Published by Penguin Michael Joseph

What They Say


When Edie Budd arrives at a shabby West London boarding house in October 1958, carrying nothing except a broken suitcase and an envelope full of cash, it’s clear she’s hiding a terrible secret.

And she’s not the only one; the other women of 73 Dove Street have secrets of their own . . .

Tommie, who lives on the second floor, waits on the eccentric Mrs Vee by day. After dark, she harbours an addiction to seedy Soho nightlife – and a man she can’t quit.

Phyllis, 73 Dove Street’s formidable landlady, has set fire to her husband’s belongings after discovering a heart-breaking betrayal – yet her fierce bravado hides a past she doesn’t want to talk about.

At first, the three women keep to themselves.

But as Edie’s past catches up with her, Tommie becomes caught in her web of lies – forcing her to make a decision that will change everything . . .

What I Say

Sometimes in life there are things you can control and things you can’t.
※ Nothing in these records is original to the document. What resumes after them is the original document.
package org.shearstack.io.benchlog;

import java.util.List;

/** Field separator of a log and the number syntax that goes with it. */
enum Separator {
    SEMICOLON(";"), TAB("\t"), COMMA(","), SPACE("\\s+");

    private final String regex;

    Separator(String regex) {
        this.regex = regex;
    }

    /** The first of ';', tab, ',' found in the first 20 content lines, else spaces. */
    static Separator detect(List<String> lines, List<Integer> content) {
        boolean semi = false;
        boolean tab = false;
        boolean comma = false;
        for (int k = 0; k < Math.min(20, content.size()); k++) {
            String l = lines.get(content.get(k));
            semi |= l.indexOf(';') >= 0;
            tab |= l.indexOf('\t') >= 0;
            comma |= l.indexOf(',') >= 0;
        }
        return semi ? SEMICOLON : tab ? TAB : comma ? COMMA : SPACE;
    }

    String[] split(String line) {
        String l = line.strip();
        if (this != SPACE && (l.endsWith(";") || l.endsWith(",")) && l.endsWith(regex)) {
            l = l.substring(0, l.length() - 1);
        }
        String[] f = l.split(regex, -1);
        for (int i = 0; i < f.length; i++) {
            String s = f[i].trim();
            if (s.length() >= 2 && s.startsWith("\"") && s.endsWith("\"")) {
                s = s.substring(1, s.length() - 1).trim();
            }
            f[i] = s;
        }
        return f;
    }

    /** The number in a field, or null; a decimal comma is accepted unless the separator is a comma. */
    Double number(String field) {
        String s = field.trim();
        if (s.isEmpty()) {
            return null;
        }
        if (this != COMMA && s.indexOf(',') >= 0) {
            if (s.indexOf('.') >= 0 || s.indexOf(',') != s.lastIndexOf(',')) {
                return null; // "1.234,5" or "1,2,3": thousands separators are not guessed
            }
            s = s.replace(',', '.');
        }
        for (int i = 0; i < s.length(); i++) {
            char c = s.charAt(i);
            if (!(Character.isDigit(c) || c == '.' || c == '-' || c == '+' || c == 'e' || c == 'E')) {
                return null; // refuses "NaN", "Infinity", hex and suffixes like 0x1p3 or 1d
            }
        }
        try {
            return Double.parseDouble(s);
        } catch (NumberFormatException e) {
            return null;
        }
    }
}
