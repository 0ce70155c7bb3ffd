package org.shearstack.io.benchlog;

import java.util.Locale;

/**
 * A located problem in a bench log: where (file, 1-based line and column, 0 when not applicable),
 * what was expected and what was found.
 */
public record LogProblem(String file, int line, int column, String expected, String found) {
    /** "file:line:column: expected X, found Y". */
    public String message() {
        StringBuilder s = new StringBuilder(file);
        if (line > 0) {
            s.append(':').append(line);
            if (column > 0) {
                s.append(':').append(column);
            }
        }
        s.append(": expected ").append(expected);
        if (!found.isEmpty()) {
            s.append(", found ").append(found);
        }
        return s.toString();
    }

    @Override
    public String toString() {
        return message();
    }

    static String quote(String text) {
        String t = text.length() > 40 ? text.substring(0, 40) + "…" : text;
        return String.format(Locale.ROOT, "'%s'", t);
    }
}
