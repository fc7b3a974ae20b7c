"""Sweep timeline index covers id and status (the health hook reads no table rows).

Revision ID: 0003
Revises: 0002
Create Date: 2026-12-02 15:30:00
"""

from collections.abc import Sequence

from alembic import op

revision: str = "0003"
down_revision: str | Sequence[str] | None = "0002"
branch_labels: str | Sequence[str] | None = None
depends_on: str | Sequence[str] | None = None


def upgrade() -> None:
    with op.batch_alter_table("sweep", schema=None) as batch_op:
        batch_op.drop_index("ix_sweep_antenna_measured")
        batch_op.create_index(
            "ix_sweep_antenna_measured",
            ["antenna_id", "measured_at", "id", "status"],
            unique=False,
        )


def downgrade() -> None:
    with op.batch_alter_table("sweep", schema=None) as batch_op:
        batch_op.drop_index("ix_sweep_antenna_measured")
        batch_op.create_index(
            "ix_sweep_antenna_measured", ["antenna_id", "measured_at"], unique=False
        )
When Amanda (@bookishchat) and I read That Green Eyed Girl back in 2022 we knew straight away that we wanted to feature Julie and her brilliant novel on our joint bookish channel Two Fond of Books, because we knew how many people would love it.

We were right, and as soon as we heard that Julie had a second novel coming out called 73 Dove Street, it was without question that we wanted to ask Julie back to Two Fond so we could celebrate the publication and shout about it as much as we could.

What we didn’t anticipate was that personal circumstances would throw us both a huge curve ball, and we would have to take the difficult decision to end Two Fond of Books before we could have the chance to celebrate Julie and 73 Dove Street.

The last few months have been challenging for me to say the least, for reasons that are not important here, but I always knew that I wanted to read 73 Dove Street when I could really stop and savour every page.

I am so glad I picked it up, and so glad I waited til now to read it, because it is a novel that you will be absolutely and totally immersed in from the very first page.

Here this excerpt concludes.